PROBLEM STATEMENT: Repeat the records exactly, so that each line matches the original.

EXERCISE DATA:

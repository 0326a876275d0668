import { type Conditions, conditionsSchema, type Reading } from '../record';

/** Readings of one quantity that differ in nothing but the specimen. */
export function replicateGroups(readings: readonly Reading[]): Reading[][] {
  const groups = new Map<string, Reading[]>();
  for (const reading of readings) {
    if (reading.at.specimen === undefined) continue;
    const key = conditionsKey(reading.at, 'specimen');
    const group = groups.get(key);
    if (group) group.push(reading);
    else groups.set(key, [reading]);
  }
  return [...groups.values()];
}

/** The same for the same conditions but one, in whatever order they were stated. */
export function conditionsKey(at: Conditions, without: keyof Conditions): string {
  let key = '';
  for (const name of CONDITIONS) {
    const value = name === without ? undefined : at[name];
    if (value !== undefined) key += `${name} ${typeof value === 'string' ? JSON.stringify(value) : value} `;
  }
  return key;
}

const CONDITIONS = Object.keys(conditionsSchema.shape) as (keyof Conditions)[];

/** Whole percentages and round numbers agree by chance: fewer than three significant digits say nothing. */
export function hasManyDigits({ value, source }: Reading): boolean {
  const digits = (source?.text ?? String(value)).replace(/[^0-9]/g, '').replace(/^0+/, '');
  return digits.length >= 3;
}
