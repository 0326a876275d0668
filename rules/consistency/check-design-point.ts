import { formatDecimals } from '../numerics/round';
import {
  type ConsistencyInput,
  type ConsistencyObservation,
  computedValues,
  knownReading,
  knownValue,
} from './consistency-observation';

/** How far the stated binder content may lie from the computed one, percentage points. */
const designDifferencePercent = 0.1;

/** The declared design point is judged; where the trials point elsewhere, that is said. */
export function checkDesignPoint(input: ConsistencyInput): ConsistencyObservation[] {
  const {
    declaredBinderContent: declared,
    computedBinderContent: computed,
    targetAirVoids,
  } = input.analysis.designPoint;
  if (declared === null || computed === null) return [];
  if (Math.abs(declared - computed) <= designDifferencePercent + 1e-9) return [];
  const stated = input.index.ofTrial('binder-content', 'design');
  return [
    {
      name: 'design-binder-content-differs',
      subject: 'binder content of the design',
      severity: 'advisory',
      outcome: 'fail',
      observed: declared,
      limit: { min: computed - designDifferencePercent, max: computed + designDifferencePercent },
      unit: '%',
      sentence: `The stated design binder content is ${formatDecimals(declared, 2)} %; the trials reach ${formatDecimals(targetAirVoids, 1)} % air voids at ${formatDecimals(computed, 2)} %.`,
      reason: 'The stated content is the one that is judged.',
      evidence: [
        ...stated.map((reading) => knownReading(reading).evidence),
        ...computedValues(input, 'design-binder-content').map((value) => knownValue(value).evidence),
      ],
      quantity: 'binder-content',
      at: { trial: 'design' },
    },
  ];
}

WRITTEN RESPONSE:
repository 0326a876275d0668
import { type Conditions, conditionsSchema, type Reading } from '../record';

/** Readings of one quantity that differ in nothing but the specimen. */
export function replicateGroups(readings: readonly Reading[]): Reading[][] {
  const groups = new Map<string, Reading[]>();
  for (const reading of readings) {
    if (reading.at.specimen === undefined) continue;
    const key = conditionsKey(reading.at, 'specimen');
    const group = groups.get(key);
    if (group) group.push(reading);
    else groups.set(key, [reading]);
  }
  return [...groups.values()];
}

/** The same for the same conditions but one, in whatever order they were stated. */
export function conditionsKey(at: Conditions, without: keyof Conditions): string {
  let key = '';
  for (const name of CONDITIONS) {
    const value = name === without ? undefined : at[name];
    if (value !== undefined) key += `${name} ${typeof value === 'string' ? JSON.stringify(value) : value} `;
  }
  return key;
}

const CONDITIONS = Object.keys(conditionsSchema.shape) as (keyof Conditions)[];

/** Whole percentages and round numbers agree by chance: fewer than three significant digits say nothing. */
export function hasManyDigits({ value, source }: Reading): boolean {
  const digits = (source?.text ?? String(value)).replace(/[^0-9]/g, '').replace(/^0+/, '');
  return digits.length >= 3;
}
repository 0326a876275d0668
filename rules/consistency/check-design-point.ts
import { formatDecimals } from '../numerics/round';
import {
  type ConsistencyInput,
  type ConsistencyObservation,
  computedValues,
  knownReading,
  knownValue,
} from './consistency-observation';

/** How far the stated binder content may lie from the computed one, percentage points. */
const designDifferencePercent = 0.1;

/** The declared design point is judged; where the trials point elsewhere, that is said. */
export function checkDesignPoint(input: ConsistencyInput): ConsistencyObservation[] {
  const {
    declaredBinderContent: declared,
    computedBinderContent: computed,
    targetAirVoids,
  } = input.analysis.designPoint;
  if (declared === null || computed === null) return [];
  if (Math.abs(declared - computed) <= designDifferencePercent + 1e-9) return [];
  const stated = input.index.ofTrial('binder-content', 'design');
  return [
    {
      name: 'design-binder-content-differs',
      subject: 'binder content of the design',
      severity: 'advisory',
      outcome: 'fail',
      observed: declared,
      limit: { min: computed - designDifferencePercent, max: computed + designDifferencePercent },
      unit: '%',
      sentence: `The stated design binder content is ${formatDecimals(declared, 2)} %; the trials reach ${formatDecimals(targetAirVoids, 1)} % air voids at ${formatDecimals(computed, 2)} %.`,
      reason: 'The stated content is the one that is judged.',
      evidence: [
        ...stated.map((reading) => knownReading(reading).evidence),
        ...computedValues(input, 'design-binder-content').map((value) => knownValue(value).evidence),
      ],
      quantity: 'binder-content',
      at: { trial: 'design' },
    },
  ];
}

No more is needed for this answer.